*EXERCISE*: Look for the line that has "def __init__(self, fuse: bool)" in the material below; please repeat it and every line after it, exactly, up to and including the line that has "return stage", and nothing else.

*TASK INPUTS*:
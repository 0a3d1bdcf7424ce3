"""Stages: consecutive steps that one tile can run back to back, as one task.

Two neighbouring steps of the splitting are fused when the second reads nothing but its tile's own zones
and waits for no reduction that the first does not wait for: then no other tile's task can lie between
them, in lockstep or not. A fused stage is one task, one barrier boundary and, in the accounts, as many
steps as it holds.
"""

from __future__ import annotations

from collections.abc import Iterable, Sequence
from dataclasses import dataclass, field
from functools import cached_property
from typing import TypeAlias

from breakstep.errors import DeclarationError
from breakstep.steps.reduction import Reduction
from breakstep.steps.splitting import Item, Repeat, Splitting
from breakstep.steps.step import Read, Step


@dataclass(frozen=True)
class Stage:
    """Steps, then the partial kernels of reductions, that make one task a tile.

    Attributes
    ----------
    index : int
        Place in :attr:`Template.stages`.
    steps, partials : tuple of Step, tuple of Reduction
    repeat : str
        Name of the repeat it belongs to, or "".
    """

    index: int
    steps: tuple[Step, ...]
    partials: tuple[Reduction, ...]
    repeat: str = ""
    reads: tuple[Read, ...] = field(init=False)
    writes: tuple[str, ...] = field(init=False)
    uses: tuple[str, ...] = field(init=False)

    def __post_init__(self) -> None:
        object.__setattr__(self, "reads", tuple(self._outside_reads()))
        object.__setattr__(self, "writes", _unique(name for step in self.steps for name in step.writes))
        object.__setattr__(self, "uses", _unique(name for step in self.steps for name in step.uses))

    def _outside_reads(self) -> list[Read]:
        """Reads that no earlier step of the same stage satisfies."""
        made: set[str] = set()
        reads: dict[str, Read] = {}
        parts: tuple[Step | Reduction, ...] = (*self.steps, *self.partials)
        for part in parts:
            for read in part.reads:
                if read.field not in made:
                    reads.setdefault(read.field, read)
            made.update(getattr(part, "writes", ()))
        if self.repeat:  # an iteration after convergence hands its prior fields on
            for step in self.steps:
                for name in step.writes:
                    reads.setdefault(name, Read(name))
        return list(reads.values())

    @property
    def name(self) -> str:
        """Names of its parts, joined by ``+``."""
        return "+".join(self.part_names)

    @property
    def part_names(self) -> tuple[str, ...]:
        """Names of its steps, or of its reductions where it holds no step."""
        parts: tuple[Step, ...] | tuple[Reduction, ...] = self.steps or self.partials
        return tuple(part.name for part in parts)


@dataclass(frozen=True)
class RepeatStages:
    """The stages of one repeat's body."""

    repeat: Repeat
    stages: tuple[Stage, ...]


Node: TypeAlias = Stage | RepeatStages


@dataclass(frozen=True)
class Template:
    """A splitting as stages: one list of nodes for each of its orders, and the stage that starts a run."""

    splitting: Splitting
    orders: tuple[tuple[Node, ...], ...]
    stages: tuple[Stage, ...]
    start: Stage | None

    @cached_property
    def carried(self) -> frozenset[str]:
        """Fields whose version at the beginning of a cycle is read within it."""
        return frozenset(name for order in self.orders for name in _read_first(order, set()))

    @cached_property
    def needed(self) -> frozenset[str]:
        """Fields that a run reads before it has written them: they need an initial state."""
        found = {read.field for read in self.start.reads} if self.start is not None else set()
        made: set[str] = set()
        for order in self.orders:
            found |= _read_first(order, made)
        return frozenset(found)

    def barrier_names(self) -> tuple[str, ...]:
        """Every name by which a barrier can be switched on."""
        return _unique(name for stage in self.stages for name in _boundary_names(stage))

    def stages_with_barrier(self, names: Iterable[str]) -> frozenset[int]:
        """Stages after which the named barriers stand.

        Raises
        ------
        DeclarationError
            A name that no stage answers to.
        """
        wanted = set(names)
        unknown = wanted - set(self.barrier_names())
        if unknown:
            raise DeclarationError(
                f"no barrier is called {', '.join(sorted(unknown))}; choose from"
                f" lockstep, tasked or a list of {', '.join(self.barrier_names())}"
            )
        return frozenset(s.index for s in self.stages if wanted & set(_boundary_names(s)))


def _read_first(order: Sequence[Node], made: set[str]) -> set[str]:
    """Fields that an order reads before it writes them; adds what it writes to ``made``."""
    found: set[str] = set()
    for node in order:
        for stage in node.stages if isinstance(node, RepeatStages) else (node,):
            found |= {read.field for read in stage.reads} - made
            made |= set(stage.writes)
    return found


def _boundary_names(stage: Stage) -> tuple[str, ...]:
    extra = (stage.repeat,) if stage.repeat else ()
    return (*stage.part_names, *extra)


def build_template(splitting: Splitting, *, fuse: bool = True) -> Template:
    """Group a splitting's steps into stages.

    Parameters
    ----------
    fuse : bool
        Whether steps that need no halo between them share a task.
    """
    numbering = _Numbering(fuse)
    reductions = splitting.reductions
    start = numbering.add(_Group(None, [], list(reductions))) if reductions else None
    orders = tuple(tuple(_nodes(order, reductions, numbering)) for order in splitting.orders)
    return Template(splitting, orders, tuple(numbering.stages), start)


@dataclass
class _Group:
    """A stage being put together."""

    repeat: Repeat | None
    steps: list[Step]
    partials: list[Reduction] = field(default_factory=list)


class _Numbering:
    """Hands out stage numbers."""

    def __init__(self, fuse: bool) -> None:
        self.fuse = fuse
        self.stages: list[Stage] = []

    def add(self, group: _Group) -> Stage:
        name = group.repeat.name if group.repeat else ""
        stage = Stage(len(self.stages), tuple(group.steps), tuple(group.partials), name)
        self.stages.append(stage)
        return stage

    def stage_groups(self, steps: Sequence[Step], tail: Sequence[Reduction], repeat: Repeat | None) -> list[_Group]:
        groups: list[_Group] = []
        for step in steps:
            if groups and self.fuse and can_follow(groups[-1].steps, step):
                groups[-1].steps.append(step)
            else:
                groups.append(_Group(repeat, [step]))
        if tail and groups and self.fuse:
            groups[-1].partials.extend(tail)
        elif tail:
            groups.append(_Group(repeat, [], list(tail)))
        return groups


def can_follow(before: Sequence[Step], step: Step) -> bool:
    """Whether a step may share a task with the steps before it."""
    waited_for = {name for earlier in before for name in earlier.uses}
    return bool(before) and step.is_local and set(step.uses) <= waited_for


def _nodes(order: tuple[Item, ...], reductions: tuple[Reduction, ...], numbering: _Numbering) -> list[Node]:
    nodes: list[Node] = []
    run: list[Step] = []

    def close(tail: Sequence[Reduction] = ()) -> None:
        nodes.extend(numbering.add(group) for group in numbering.stage_groups(run, tail, None))
        run.clear()

    for item in order:
        if isinstance(item, Repeat):
            close()
            groups = numbering.stage_groups(item.body, [item.until], item)
            nodes.append(RepeatStages(item, tuple(numbering.add(group) for group in groups)))
        else:
            run.append(item)
    close(reductions)
    return nodes


def _unique(names: Iterable[str]) -> tuple[str, ...]:
    return tuple(dict.fromkeys(names))


def parse_barriers(template: Template, choice: str) -> tuple[str, ...]:
    """Barrier names from ``lockstep`` (all), ``tasked`` (none) or a comma-separated list.

    Raises
    ------
    DeclarationError
        An unknown name.
    """
    if choice == "lockstep":
        return template.barrier_names()
    names = tuple(name.strip() for name in choice.split(",") if name.strip()) if choice != "tasked" else ()
    template.stages_with_barrier(names)
    if choice != "tasked" and not names:
        raise DeclarationError(f"barriers: expected lockstep, tasked or a list of names, not {choice!r}")
    return names
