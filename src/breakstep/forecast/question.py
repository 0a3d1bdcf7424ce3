"""Questions: what is to be different from the recorded run, as options on the command line say it.

A question is data. It refuses to know what the answer is; of a program it checks only whether names are there.
"""

from __future__ import annotations

import math
import re
from collections.abc import Callable, Mapping, Sequence
from dataclasses import dataclass, field, replace
from typing import Any

from breakstep.errors import ForecastError
from breakstep.forecast.program import Program
from breakstep.partition import ORDERS

PRIORITIES = ("program", "path")
RUNTIMES = ("native", "resident", "compiled")
#: Times are whole nanoseconds in 64 bits. Figures within these limits keep a run's sums far below 2^63 ns: a run of
#: an hour, made a million times as slow, is 4e18 ns. Nothing that is built lies outside of them.
MOST_TIMES = 1e6  # as often, or as rarely
MOST_MICROSECONDS = 1e9  # a message or a task's overhead of a quarter of an hour
LEAST_GBYTES, MOST_GBYTES = 1e-6, 1e9
MOST_THREADS = 4096  # of one worker

KEYS = {
    "threads": "threads of each worker",
    "tile": "zones of a tile, as 48x48",
    "placement": f"one of {', '.join(ORDERS)}",
    "priority": f"one of {', '.join(PRIORITIES)}",
    "STEP": "what a step costs, as burn=10x",
    "speed": "how fast all kernels are, as 2x; speed.STEP for one step",
    "lag.REDUCTION": "cycles (or iterations) by which its result is used late",
    "iterations.REDUCTION": "iterations more or fewer in each cycle, as +2",
    "overhead": f"per task: {', '.join(RUNTIMES)}, or microseconds",
    "latency": "of the network, one way, microseconds",
    "bandwidth": "into one worker, GB/s",
    "memory": "of one worker, GB",
    "window": "cycles in flight at once",
    "weak": "the mesh grows with the workers, so many tiles for each",
}


@dataclass(frozen=True)
class Question:
    """What is to be different; None or empty for as recorded.

    Attributes
    ----------
    workers : int or None
    threads : int or None
    tile : tuple of int
        Zones of a tile along each axis.
    placement, priority : str
    factors : dict of str to float
        By step, how many times as much it costs.
    lags, iterations : dict of str to int
        By reduction; iterations more than recorded.
    overhead : str or float
        A runtime's name, or [us].
    latency_us, bandwidth_gbytes, memory_gbytes : float or None
    window : int or None
    weak : int
        Tiles for each worker of a mesh that grows; 0 for the mesh as it is.
    """

    workers: int | None = None
    threads: int | None = None
    tile: tuple[int, ...] = ()
    placement: str = ""
    priority: str = "path"
    factors: Mapping[str, float] = field(default_factory=dict)
    lags: Mapping[str, int] = field(default_factory=dict)
    iterations: Mapping[str, int] = field(default_factory=dict)
    overhead: str | float = ""
    latency_us: float | None = None
    bandwidth_gbytes: float | None = None
    memory_gbytes: float | None = None
    window: int | None = None
    weak: int = 0

    @property
    def keeps_program(self) -> bool:
        """Whether the phases and tiles are those recorded."""
        return not (self.tile or self.lags or self.iterations or self.window)


def parse_question(texts: Sequence[str], program: Program) -> Question:
    """Read ``key=value`` texts.

    Raises
    ------
    ForecastError
        All faults together: keys that do not exist, values that make no sense, steps and reductions that the
        profile does not have.
    """
    question, faults = Question(), []
    for text in texts:
        key, sign, value = (part.strip() for part in text.partition("="))
        if not sign or not value:
            faults.append(f"--what-if {text}: expected KEY=VALUE; keys: {', '.join(KEYS)}")
            continue
        try:
            question = _answered(question, key, value, program)
        except ValueError as error:
            faults.append(f"--what-if {text}: {error}")
    if faults:
        raise ForecastError("\n".join(faults), faults=faults)
    return question


def _answered(question: Question, key: str, value: str, program: Program) -> Question:
    head, _, name = key.partition(".")
    if key in _PLAIN:
        attribute, read = _PLAIN[key]
        return replace(question, **{attribute: read(value)})
    if key == "placement":
        return replace(question, placement=_word(value, ORDERS))
    if key == "priority":
        return replace(question, priority=_word(value, PRIORITIES))
    if key == "overhead":
        return replace(question, overhead=value if value in RUNTIMES else _micros(value))
    if head == "lag":
        return replace(question, lags={**question.lags, _known(name, program.lags): _whole(value)})
    if head == "iterations":
        return replace(
            question, iterations={**question.iterations, _known(name, program.verdicts): int(_number(value, True))}
        )
    steps = program.costs.kernel
    if head == "speed":
        chosen = [_known(name, steps)] if name else list(steps)
        return _slower(question, chosen, 1.0 / _times(value))
    if key in steps:
        return _slower(question, [key], _times(value))
    raise ValueError(f"no such key; keys: {', '.join(KEYS)}; steps: {', '.join(steps)}")


def _slower(question: Question, steps: Sequence[str], factor: float) -> Question:
    """Factors of several answers multiply; their product keeps within the limit too."""
    factors = {step: _within(question.factors.get(step, 1.0) * factor, 1.0 / MOST_TIMES, MOST_TIMES) for step in steps}
    return replace(question, factors={**question.factors, **factors})


def _known(name: str, known: Mapping[str, Any]) -> str:
    if name not in known:
        raise ValueError(f"the profile has no {name or 'name behind the point'}; it has {', '.join(known) or 'none'}")
    return name


def _word(value: str, known: Sequence[str]) -> str:
    if value not in known:
        raise ValueError(f"expected one of {', '.join(known)}")
    return value


def _number(value: str, may_be_negative: bool = False) -> float:
    try:
        number = float(value)
    except ValueError:
        raise ValueError(f"expected a number, came {value!r}") from None
    if not math.isfinite(number) or (number < 0.0 and not may_be_negative):
        raise ValueError("expected a number that is not negative" if not may_be_negative else "expected a number")
    return number


def _within(number: float, least: float, most: float) -> float:
    # A product of factors may miss the limit that it reaches by a rounding error.
    if not least * (1.0 - 1e-12) <= number <= most * (1.0 + 1e-12):
        raise ValueError(f"expected a number from {least:g} to {most:g}, came {number:g}")
    return number


def _micros(value: str) -> float:
    return _within(_number(value), 0.0, MOST_MICROSECONDS)


def _gbytes(value: str) -> float:
    return _within(_number(value), LEAST_GBYTES, MOST_GBYTES)


def _whole(value: str) -> int:
    if not re.fullmatch(r"\d{1,9}", value):
        raise ValueError(f"expected a whole number, came {value!r}")
    return int(value)


def _count(value: str) -> int:
    number = _whole(value)
    if number < 1:
        raise ValueError("expected at least 1")
    return number


def _threads(value: str) -> int:
    return int(_within(_count(value), 1, MOST_THREADS))


def _times(value: str) -> float:
    return _within(_number(value.removesuffix("x")), 1.0 / MOST_TIMES, MOST_TIMES)


def _shape(value: str) -> tuple[int, ...]:
    parts = re.split(r"[x,]", value.strip("[]"))
    if not 1 <= len(parts) <= 3:
        raise ValueError("expected one to three numbers of zones, as 48x48")
    return tuple(_count(part.strip()) for part in parts)


_PLAIN: Mapping[str, tuple[str, Callable[[str], Any]]] = {
    "workers": ("workers", _count),
    "threads": ("threads", _threads),
    "tile": ("tile", _shape),
    "latency": ("latency_us", _micros),
    "bandwidth": ("bandwidth_gbytes", _gbytes),
    "memory": ("memory_gbytes", _gbytes),
    "window": ("window", _count),
    "weak": ("weak", _whole),
}
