"""How long a task takes: a pattern in space and time, times a random factor.

The random factor is a function of an exponential variate, tabulated: ``factor(v)`` with ``v = -ln u``, u uniform
on (0, 1). In v even steps resolve the upper tail, where the slowest of a million tasks is drawn from. A law
measured from samples ends at the largest sample.
"""

from __future__ import annotations

from collections.abc import Callable
from dataclasses import dataclass

import numpy as np
from numpy.typing import NDArray

from breakstep.forecast.graph import Int32s, Int64s

Floats = NDArray[np.float64]

CONSTANT, EXPONENTIAL, TABLE = 0, 1, 2
TABLE_STEPS = 256  # entries per unit of v: linear between them, a smooth law errs by some 2e-6
_LARGEST = 38  # -ln of the smallest u there is, 2^-54, is 37.4


@dataclass(frozen=True)
class Law:
    """A random factor; ``code`` says how it is drawn, ``table`` its values at v = 0, 1/256, 2/256, ..."""

    code: int
    table: Floats

    @classmethod
    def constant(cls) -> Law:
        """Always 1."""
        return cls(CONSTANT, np.zeros(2))

    @classmethod
    def exponential(cls) -> Law:
        """Mean 1, standard deviation 1."""
        return cls(EXPONENTIAL, np.zeros(2))

    @classmethod
    def of(cls, quantile: Callable[[Floats], Floats]) -> Law:
        """The law with a given quantile function of u in (0, 1), which must be finite at both ends."""
        v = np.arange(_LARGEST * TABLE_STEPS + 2) / TABLE_STEPS
        return cls(TABLE, np.asarray(quantile(-np.expm1(-v)), dtype=np.float64))

    @classmethod
    def measured(cls, factors: Floats) -> Law:
        """The law of samples, linear between them."""
        found = np.sort(np.asarray(factors, dtype=np.float64))
        if len(found) == 0 or found[0] == found[-1] == 1:
            return cls.constant()
        levels = (np.arange(len(found)) + 0.5) / len(found)
        return cls.of(lambda u: np.interp(u, levels, found))


@dataclass(frozen=True)
class Cost:
    """Durations of one stage's tasks.

    Parameters
    ----------
    pattern_ns : ndarray of int64, shape (frames, cells)
        Mean duration in each cell of a map, in each frame of a film of such maps [ns]. Cycle c shows frame
        ``c % frames``: what moved through the map when it was recorded, moves again.
    cell : ndarray of int32, shape (tiles,)
        Cell of each tile: a map of few tiles can be laid over many, whole or side by side.
    law : Law
        Random factor, drawn anew for each task from its stage, tile and cycle alone.
    """

    pattern_ns: Int64s
    cell: Int32s
    law: Law

    @classmethod
    def even(cls, tiles: int, mean_ns: int, law: Law | None = None) -> Cost:
        """The same mean everywhere."""
        return cls(np.array([[mean_ns]], dtype=np.int64), np.zeros(tiles, dtype=np.int32), law or Law.constant())

    @classmethod
    def mapped(cls, pattern_ns: Int64s, law: Law | None = None) -> Cost:
        """A pattern with one cell a tile, shape (frames, tiles)."""
        pattern = np.ascontiguousarray(np.atleast_2d(pattern_ns), dtype=np.int64)
        return cls(pattern, np.arange(pattern.shape[1], dtype=np.int32), law or Law.constant())


def laid_over(recorded: tuple[int, ...], shape: tuple[int, ...], repeat: bool = False) -> Int32s:
    """Cell of each tile when a map of ``recorded`` tiles is laid over ``shape`` tiles; shape (tiles,).

    ``repeat`` False stretches the map (the same problem, cut finer); True sets copies side by side,
    every other one mirrored so that no seam is seen (a larger problem of the same kind).
    """
    axes = []
    for cells, tiles in zip(recorded, shape, strict=True):
        at = np.arange(tiles)
        if repeat:
            turn = at % (2 * cells)
            axes.append(np.minimum(turn, 2 * cells - 1 - turn))
        else:
            axes.append(at * cells // tiles)
    grid = np.ravel_multi_index(np.meshgrid(*axes, indexing="ij"), recorded)
    return grid.ravel().astype(np.int32)
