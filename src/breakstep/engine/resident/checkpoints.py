"""Checkpoints in the making on one worker: the state that a cycle ends with, pinned until it is saved.

A state is pinned as soon as all phases of its cycle are emitted. It is then read like a task's input: its arrays are
held until they are saved, and the order to save goes out when the last of them, and the last result of a reduction
that the next cycles begin with, is there.
"""

from __future__ import annotations

from collections.abc import Mapping, Sequence

import numpy as np

from breakstep.engine.resident.cycles import Cycles
from breakstep.engine.resident.results import Results
from breakstep.engine.resident.states import Exits, PhaseState, Save, Waiter
from breakstep.graph.unroll import ValueRef


class Checkpoint(Waiter):
    """A cycle's end that is to be saved.

    Attributes
    ----------
    fields : mapping of str to PhaseState
        Which phase holds each field.
    values : mapping of str to list of ValueRef
        For each cycle-level reduction, the results to go on with.
    """

    __slots__ = ("cycle", "fields", "values")

    def __init__(self, cycle: int, fields: Mapping[str, PhaseState], values: Mapping[str, Sequence[ValueRef]]) -> None:
        super().__init__()
        self.cycle, self.fields, self.values = cycle, fields, values

    def phases(self) -> list[PhaseState]:
        """Phases whose arrays of own tiles are pinned, each once."""
        return list(dict.fromkeys(self.fields.values()))


class Checkpoints:
    """Checkpoints that are not saved.

    Parameters
    ----------
    tiles : sequence of int
        Own tiles.

    Attributes
    ----------
    open : dict of int to Checkpoint
        By cycle.
    """

    def __init__(self, tiles: Sequence[int], results: Results, cycles: Cycles, exits: Exits) -> None:
        self.open: dict[int, Checkpoint] = {}
        self._tiles, self._results, self._cycles, self._exits = tiles, results, cycles, exits

    def pin(self, cycle: int, fields: Mapping[str, PhaseState], values: Mapping[str, Sequence[ValueRef]]) -> None:
        """All phases of a cycle are emitted, and the newest versions of all fields are its end."""
        checkpoint = self.open[cycle] = Checkpoint(cycle, fields, values)
        self._cycles.of(cycle).controls += 1
        checkpoint.missing += 1  # until everything is registered
        for state in checkpoint.phases():
            state.read(self._tiles, checkpoint)
        for instance in {ref.instance for refs in values.values() for ref in refs}:
            self._results.need(instance, checkpoint)
        self._exits.satisfy(checkpoint)

    def save(self, checkpoint: Checkpoint) -> None:
        """Everything is there."""
        known = self._results.known
        tiles = {
            tile: {name: state.held[tile][name] for name, state in checkpoint.fields.items()} for tile in self._tiles
        }
        values = {
            name: np.stack([known[ref.instance][ref.row] for ref in refs]) for name, refs in checkpoint.values.items()
        }
        self._exits.out.append(Save(checkpoint.cycle, tiles, values))

    def saved(self, cycle: int) -> list[PhaseState]:
        """A checkpoint is on disk; returns the phases that it pinned."""
        checkpoint = self.open.pop(cycle)
        self._cycles.of(cycle).controls -= 1
        return checkpoint.phases()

*RESULT OF THE TASK*:
    def __init__(self, fuse: bool) -> None:
        self.fuse = fuse
        self.stages: list[Stage] = []

    def add(self, group: _Group) -> Stage:
        name = group.repeat.name if group.repeat else ""
        stage = Stage(len(self.stages), tuple(group.steps), tuple(group.partials), name)
        self.stages.append(stage)
        return stage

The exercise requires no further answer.